The ease of selling inventions depends on more than just having a patent

By Shula Neuman

Dec. 14,
2006 -- Hundreds of technology-transfer offices have popped up on campuses over the past 20 years to enable universities to facilitate the commercialization of innovations and discoveries pioneered by their professors. Licensing patents for the inventions is a commercial opportunity for universities, which hope to make money selling the intellectual property and to see faculty research make a tangible impact in the marketplace. While all the inventions might be equally genius, they aren't all equally valuable. The question for technology-transfer offices is: what will sell?
Daniel Elfenbein, assistant professor of organization and strategy at the Olin School of Business, found that the ease of selling intellectual property doesn't necessarily depend on whether the innovation has received patent protection.

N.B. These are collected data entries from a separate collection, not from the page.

// Standard atmosphere: ICAO Doc 7488 / U.S. Standard Atmosphere 1976 (identical below 32 km).
// Sea level 288.15 K and 1013.25 hPa, lapse rate 6.5 K/km up to the tropopause at 11 km,
// then isothermal at 216.65 K to 20 km. Altitudes are geopotential; for light aircraft the
// difference from geometric altitude is negligible.

export const FEET_PER_METRE = 1 / 0.3048; // international foot, exact
export const HPA_PER_INHG = 33.8638866667; // inch of mercury at 0 °C, standard gravity
export const STANDARD_SETTING_INHG = 29.92;

const T0 = 288.15; // K
const LAPSE = 0.0065; // K/m
const G0 = 9.80665; // m/s²
const MOLAR_MASS = 0.0289644; // kg/mol, dry air
const GAS_CONSTANT = 8.31432; // J/(mol·K), the 1976 standard's value
const TROPOPAUSE_M = 11_000;
const T_TROPOPAUSE = 216.65; // K
const MODEL_TOP_M = 20_000;
const EXPONENT = (G0 * MOLAR_MASS) / (GAS_CONSTANT * LAPSE); // ≈ 5.25588
const SCALE_HEIGHT_STRATOSPHERE = (GAS_CONSTANT * T_TROPOPAUSE) / (G0 * MOLAR_MASS); // m
const THETA_TROPOPAUSE = T_TROPOPAUSE / T0;
const SIGMA_TROPOPAUSE = THETA_TROPOPAUSE ** (EXPONENT - 1);

function checkFinite(value: number, what: string): void {
  if (!Number.isFinite(value)) throw new RangeError(`${what} must be a finite number, got ${value}`);
}

/**
 * Pressure altitude (ft) from field elevation (ft) and the altimeter setting (inHg).
 * An altimeter set to S reads the standard-atmosphere height of the static pressure minus the
 * standard height of S, so at the field: PA = elevation + 145,366.45 × (1 − (S / 29.9213)^0.190284).
 * (The constants are the US National Weather Service's fit of the standard atmosphere.)
 */
export function pressureAltitude(fieldElevationFt: number, altimeterInHg: number): number {
  checkFinite(fieldElevationFt, "Field elevation");
  checkFinite(altimeterInHg, "Altimeter setting");
  if (altimeterInHg <= 0) throw new RangeError(`Altimeter setting must be positive, got ${altimeterInHg}`);
  return fieldElevationFt + 145_366.45 * (1 - (altimeterInHg / 29.9213) ** 0.190284);
}

export function inHgFromHpa(hpa: number): number {
  return hpa / HPA_PER_INHG;
}

/** ISA temperature (°C) at a pressure altitude (ft). */
export function isaTemperatureC(pressureAltitudeFt: number): number {
  const h = checkAltitudeM(pressureAltitudeFt);
  return (h <= TROPOPAUSE_M ? T0 - LAPSE * h : T_TROPOPAUSE) - 273.15;
}

function checkAltitudeM(altitudeFt: number): number {
  checkFinite(altitudeFt, "Pressure altitude");
  const h = altitudeFt / FEET_PER_METRE;
  if (h > MODEL_TOP_M) throw new RangeError(`Altitude above the model's ${MODEL_TOP_M} m limit`);
  return h;
}

/** Pressure ratio p/p0 at a standard-atmosphere altitude (m). */
function pressureRatio(h: number): number {
  if (h <= TROPOPAUSE_M) return (1 - (LAPSE * h) / T0) ** EXPONENT;
  return THETA_TROPOPAUSE ** EXPONENT * Math.exp(-(h - TROPOPAUSE_M) / SCALE_HEIGHT_STRATOSPHERE);
}

/** Standard-atmosphere altitude (m) whose density ratio ρ/ρ0 is `sigma`. */
function altitudeForDensityRatio(sigma: number): number {
  if (sigma >= SIGMA_TROPOPAUSE) return (T0 / LAPSE) * (1 - sigma ** (1 / (EXPONENT - 1)));
  return TROPOPAUSE_M - SCALE_HEIGHT_STRATOSPHERE * Math.log(sigma / SIGMA_TROPOPAUSE);
}

/**
 * Density altitude (ft): the standard-atmosphere altitude with the same air density as the
 * actual air — pressure from the pressure altitude, temperature as measured, so
 * ρ/ρ0 = (p/p0) × (T0/T) — then inverted through the ISA density profile.
 */
export function densityAltitude(pressureAltitudeFt: number, oatC: number): number {
  const h = checkAltitudeM(pressureAltitudeFt);
  checkFinite(oatC, "Outside air temperature");
  const kelvin = oatC + 273.15;
  if (kelvin <= 0) throw new RangeError(`Temperature below absolute zero: ${oatC} °C`);
  const sigma = pressureRatio(h) * (T0 / kelvin);
  return altitudeForDensityRatio(sigma) * FEET_PER_METRE;
}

Elfenbein examined the timing of licensing with respect to whether a patent for the invention had already been applied for or granted by the U.S. Patent and Trademark Office, a process that typically takes multiple years.
"Getting intellectual property protection does increase the likelihood of finding a buyer - that's true on average," Elfenbein said. "However, if you are an established professor with a great reputation, receiving a patent grant isn't as necessary in order to sell the technology. But professors who are still relatively young, or who haven't attained high status yet, benefit from receiving this intellectual property protection from the patent office."
In other words, it's not necessarily the invention that attracts buyers. It's the inventor.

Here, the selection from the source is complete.